7. Inspect Results: Loss, Perplexity, Attention Heat-Maps
| Metric | How to Read It | Typical Range (30 M, Chinese) |
|---|---|---|
| Loss | Should slope down, then plateau | 2.8–3.2 |
| Perplexity | exp(loss) |
16–24 |
| Attention | Diagonal stripe = causal; vertical stripe = copy previous token | Visual sanity check |
If loss spikes then skyrockets, learning rate is too high—halve it and resume from the last checkpoint.
8. Troubleshooting Cheat-Sheet: 20 Common Errors
| Symptom | Root Cause | Quick Fix |
|---|---|---|
| CUDA out of memory | Batch size too big | Edit config: "batch_size": 32 |
| Stuck at “Loading tokens” | Corrupted cache | Delete runs/tokens/*/train.bin, regenerate |
| Garbled Chinese output | Input not UTF-8 | iconv -f gbk -t utf-8 old.txt > new.txt |
| Samples repeat forever | temperature = 0 |
Set "sample_temperature": 0.8 |
| Web UI shows no runs | Symlink broken | ln -s runs/train/<id> runs/train/latest |
9. After the Finish Line: Shrinking, Quantising, and Porting to Mobile
llm-madness stops at a fp32 checkpoint. To go smaller:
-
Dynamic quantisation ( torch.quantization) → int8, 4× smaller, <1 % PPL loss -
QAT (Quantisation Aware Training) → continue training with fake-quant layers, recover accuracy -
ONNX export → MLC-LLM → run at 30 ms/token on an Android phone
The repo leaves you at step 0 (fp32 checkpoint); all three routes use standard PyTorch tooling, no secret sauce required.

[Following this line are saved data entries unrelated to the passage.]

def test_optional_pairs_clear_together_and_fill_from_one_value(qtbot, panel, doc):
    type_into(qtbot, panel.edits["r2"], "")
    qtbot.keyClick(panel.edits["r2"], Qt.Key.Key_Return)
    assert doc.cell.arms[0].link_radii is None
    assert panel.edits["r1"].text() == "" and panel.edits["r2"].text() == ""
    type_into(qtbot, panel.edits["r1"], "30")
    qtbot.keyClick(panel.edits["r1"], Qt.Key.Key_Return)
    assert doc.cell.arms[0].link_radii == (30.0, 30.0)


def test_elbow_setting_choice_changes_the_arm(qtbot, panel, doc):
    pushes = Pushes(doc)
    combo = panel.elbow
    combo.setCurrentIndex(combo.findData("negative"))
    assert doc.cell.arms[0].elbow == "negative"
    assert pushes.labels == ["Change elbow setting of Tray loader"]
    doc.apply(replace(doc.cell, arms=(replace(doc.cell.arms[0], elbow="positive"),)))
    assert combo.currentData() == "positive"
    assert pushes.labels == ["Change elbow setting of Tray loader"]  # no echo


def test_fields_follow_the_model_without_echo(qtbot, panel, doc):
    pushes = Pushes(doc)
    doc.apply(replace(doc.cell, arms=(replace(doc.cell.arms[0], a1=301.25),)))
    assert panel.edits["a1"].text() == "301.25"
    assert pushes.labels == []


def test_model_change_does_not_overwrite_text_being_typed(qtbot, panel, doc):
    type_into(qtbot, panel.edits["a1"], "33")
    doc.apply(replace(doc.cell, arms=(replace(doc.cell.arms[0], x=5.0),)))
    assert panel.edits["a1"].text() == "33"
    assert panel.edits["x"].text() == "5"


def test_arm_choice_with_several_arms_and_selection(qtbot):
    doc = Document(load_cell(KITTING), KITTING)
    panel = ArmPanel(doc)
    qtbot.addWidget(panel)
    panel.show()
    assert panel.arm_choice.isVisible() and panel.arm_choice.count() == 2
    right = doc.cell.arm("right")
    panel.select_arm("right")
    assert panel.edits["a1"].text() == "350" and panel.edits["heading_deg"].text() == "180"
    type_into(qtbot, panel.edits["a2"], "210")
    qtbot.keyClick(panel.edits["a2"], Qt.Key.Key_Return)
    assert doc.cell.arm("right").a2 == 210.0 and doc.cell.arm("left").a2 == 250.0
    assert right.a2 == 200.0
    doc.selection.set(["left"])
    assert panel.arm.id == "left" and panel.edits["name"].text() == "Left kitting arm"
    target = next(t for t in doc.cell.targets if t.arm == "right")
    doc.selection.set([target.id])
    assert panel.arm.id == "right"


def test_single_arm_hides_the_choice_and_units_follow_the_cell(qtbot):
    doc = Document(load_cell(SCREWS), SCREWS)
    panel = ArmPanel(doc)
    qtbot.addWidget(panel)
    panel.show()
    assert not panel.arm_choice.isVisible()
    assert panel.units["a1"].text() == "in" and panel.units["q1_min"].text() == "°"


def test_parse_number_refuses_non_numbers_and_infinities():
    assert parse_number(" 1e3 ") == 1000.0
    for bad in ("", "1,5", "inf", "-Infinity", "12 mm"):
        with pytest.raises(Invalid):
            parse_number(bad)


# ---------------------------------------------------------------------------- target table


@pytest.fixture
def table(qtbot, doc):
    t = TargetTable(doc)
    qtbot.addWidget(t)
    t.resize(1200, 400)
    t.show()
    qtbot.waitExposed(t)
    return t


def column_values(table: TargetTable, key: str) -> list[str]:
    proxy = table.proxy
    c = KEYS.index(key)
    return [proxy.index(r, c).data() for r in range(proxy.rowCount())]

Closing Thoughts: A Tiny Model Is a Microscope, Not a Toy
When you can see why the attention map lights up at “Covid-19” and “virus” in the same sentence, the maths in hundred-billion-parameter papers suddenly feels concrete. llm-madness is built to give you that x-ray vision—fast, local, and fully open. Enjoy the experiments, push your pull-requests, and remember to share what you break (and fix) along the way.